All that should be output is the block of lines below from the line with "private readonly open" to the line with "this.message.set(null);", both included, exactly as written.

>>

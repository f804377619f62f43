import { ChangeDetectionStrategy, Component, computed, DestroyRef, inject, input, output, signal, untracked } from '@angular/core';
import { takeUntilDestroyed, toObservable } from '@angular/core/rxjs-interop';
import { FormControl, ReactiveFormsModule } from '@angular/forms';
import { MatButtonModule } from '@angular/material/button';
import { MatExpansionModule } from '@angular/material/expansion';
import { MAT_FORM_FIELD_DEFAULT_OPTIONS, MatFormFieldModule } from '@angular/material/form-field';
import { MatIconModule } from '@angular/material/icon';
import { MatInputModule } from '@angular/material/input';
import { MatProgressBarModule } from '@angular/material/progress-bar';
import { map, startWith, switchMap } from 'rxjs';
import type { ProcedureVersionDetail } from '@setwright/contracts/procedures';
import type { Procedure } from '@setwright/procedures/schema';
import { toProblem } from '../../../core/problem';
import { ProcedureApi } from '../procedure-api';
import { STEP_KIND_LABELS } from '../procedure-words';
import { CautionEditor } from './caution-editor';
import {
  checkDraft,
  freshId,
  hasProblems,
  moveItem,
  problemOf,
  procedureForm,
  showProblems,
  stepForm,
  type FieldProblem,
  type StepForm,
} from './draft-form';
import { StepEditor } from './step-editor';

/**
 * The draft editor: the whole procedure as a form, checked live with the same schema and
 * reference checks the server runs, saved as one body. Server problems land on the field their
 * pointer names.
 */
@Component({
  selector: 'sw-draft-editor',
  imports: [
    ReactiveFormsModule,
    MatButtonModule,
    MatExpansionModule,
    MatFormFieldModule,
    MatIconModule,
    MatInputModule,
    MatProgressBarModule,
    CautionEditor,
    StepEditor,
  ],
  templateUrl: './draft-editor.html',
  styleUrl: './editor.scss',
  // Hints and problems take the room they need, so long ones never run into the next field.
  providers: [{ provide: MAT_FORM_FIELD_DEFAULT_OPTIONS, useValue: { appearance: 'outline', subscriptSizing: 'dynamic' } }],
  changeDetection: ChangeDetectionStrategy.OnPush,
})
export class DraftEditor {
  private readonly api = inject(ProcedureApi);

  readonly draft = input.required<ProcedureVersionDetail>();
  /** The draft as saved by the server. */
  readonly saved = output<ProcedureVersionDetail>();
  /** The procedure as it stands in the form, whenever it passes every check (null while it does not). */
  readonly changed = output<Procedure | null>();
  /** True while the form holds changes that are not saved. */
  readonly unsaved = output<boolean>();

  private readonly draftId = computed(() => `${this.draft().key}@${this.draft().version}`);
  /** Built once per draft, so saving does not throw away what is open on screen. */
  protected readonly form = computed(() => {
    this.draftId();
    return procedureForm(untracked(this.draft).body);
  });
  protected readonly c = computed(() => this.form().controls);

  /** Bumped whenever problems are shown, so every part of the editor looks again. */
  protected readonly revision = signal(0);
  protected readonly unplaced = signal<FieldProblem[]>([]);
  protected readonly problemCount = signal(0);
  protected readonly message = signal<string | null>(null);
  protected readonly busy = signal(false);
  protected readonly dirty = signal(false);
  private readonly open = signal(new Set<StepForm>());

  protected readonly problem = problemOf;
  protected readonly hasProblems = hasProblems;
  protected readonly kindLabel = (k: keyof typeof STEP_KIND_LABELS) => STEP_KIND_LABELS[k];

  constructor() {
    toObservable(this.form)
      .pipe(
        switchMap((f) => f.valueChanges.pipe(startWith(null), map(() => f))),
        takeUntilDestroyed(inject(DestroyRef)),
      )
      .subscribe((f) => this.check(f.dirty));
  }

  protected isOpen(step: StepForm) {
    return this.open().has(step);
  }
  protected setOpen(step: StepForm, open: boolean) {
    this.open.update((s) => {
      const next = new Set(s);
      if (open) next.add(step);
      else next.delete(step);
      return next;
    });
  }

  protected addHazard() {
    this.c().hazards.push(new FormControl('', { nonNullable: true }));
  }
  protected removeHazard(i: number) {
    this.c().hazards.removeAt(i);
  }

  protected addStep() {
    const steps = this.c().steps;
    const step = stepForm(undefined, freshId('step', steps.controls.map((s) => s.controls.id.value)));
    steps.push(step);
    this.setOpen(step, true);
  }
  protected removeStep(i: number) {
    const step = this.c().steps.at(i);
    this.c().steps.removeAt(i);
    this.setOpen(step, false);
  }
  protected moveStep(i: number, by: -1 | 1) {
    moveItem(this.c().steps, i, by);
  }

  /** Run the live check, show what it finds, and tell the page whether the draft is sound. */
  private check(dirty: boolean) {
    const form = this.form();
    const { procedure, problems } = checkDraft(form);
    this.unplaced.set(showProblems(form, problems, 'check'));
    this.problemCount.set(problems.length);
    this.dirty.set(dirty);
    this.revision.update((n) => n + 1);
    this.changed.emit(procedure);
    this.unsaved.emit(dirty);
  }

  /** Open every step with something to correct. */
  private openProblemSteps() {
    const withProblems = this.c().steps.controls.filter((s) => hasProblems(s));
    this.open.update((s) => new Set([...s, ...withProblems]));
  }

  protected async save() {
    const form = this.form();
    this.message.set(null);
    const { procedure, problems } = checkDraft(form);
    if (!procedure) {
      this.unplaced.set(showProblems(form, problems, 'check'));
      form.markAllAsTouched();
      this.openProblemSteps();
      this.revision.update((n) => n + 1);
      this.message.set(`${problems.length === 1 ? 'One thing needs' : `${problems.length} things need`} correcting before the draft can be saved. Each is marked below.`);
      return;
    }
    this.busy.set(true);
    try {
      const saved = await this.api.save(this.draft().key, this.draft().version, procedure);
      showProblems(form, [], 'server');
      form.markAsPristine();
      this.dirty.set(false);
      this.unsaved.emit(false);
      this.message.set('Saved.');
      this.saved.emit(saved);
    } catch (err) {
      const problem = toProblem(err);
      const unplaced = showProblems(form, problem.errors ?? [], 'server');
      this.unplaced.set([...unplaced, ...this.unplaced()]);
      this.openProblemSteps();
      this.message.set(problem.detail ?? problem.title);
    } finally {
      this.busy.set(false);
      this.revision.update((n) => n + 1);
    }
  }
}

<<

Problem solution →
  private readonly open = signal(new Set<StepForm>());

  protected readonly problem = problemOf;
  protected readonly hasProblems = hasProblems;
  protected readonly kindLabel = (k: keyof typeof STEP_KIND_LABELS) => STEP_KIND_LABELS[k];

  constructor() {
    toObservable(this.form)
      .pipe(
        switchMap((f) => f.valueChanges.pipe(startWith(null), map(() => f))),
        takeUntilDestroyed(inject(DestroyRef)),
      )
      .subscribe((f) => this.check(f.dirty));
  }

  protected isOpen(step: StepForm) {
    return this.open().has(step);
  }
  protected setOpen(step: StepForm, open: boolean) {
    this.open.update((s) => {
      const next = new Set(s);
      if (open) next.add(step);
      else next.delete(step);
      return next;
    });
  }

  protected addHazard() {
    this.c().hazards.push(new FormControl('', { nonNullable: true }));
  }
  protected removeHazard(i: number) {
    this.c().hazards.removeAt(i);
  }

  protected addStep() {
    const steps = this.c().steps;
    const step = stepForm(undefined, freshId('step', steps.controls.map((s) => s.controls.id.value)));
    steps.push(step);
    this.setOpen(step, true);
  }
  protected removeStep(i: number) {
    const step = this.c().steps.at(i);
    this.c().steps.removeAt(i);
    this.setOpen(step, false);
  }
  protected moveStep(i: number, by: -1 | 1) {
    moveItem(this.c().steps, i, by);
  }

  /** Run the live check, show what it finds, and tell the page whether the draft is sound. */
  private check(dirty: boolean) {
    const form = this.form();
    const { procedure, problems } = checkDraft(form);
    this.unplaced.set(showProblems(form, problems, 'check'));
    this.problemCount.set(problems.length);
    this.dirty.set(dirty);
    this.revision.update((n) => n + 1);
    this.changed.emit(procedure);
    this.unsaved.emit(dirty);
  }

  /** Open every step with something to correct. */
  private openProblemSteps() {
    const withProblems = this.c().steps.controls.filter((s) => hasProblems(s));
    this.open.update((s) => new Set([...s, ...withProblems]));
  }

  protected async save() {
    const form = this.form();
    this.message.set(null);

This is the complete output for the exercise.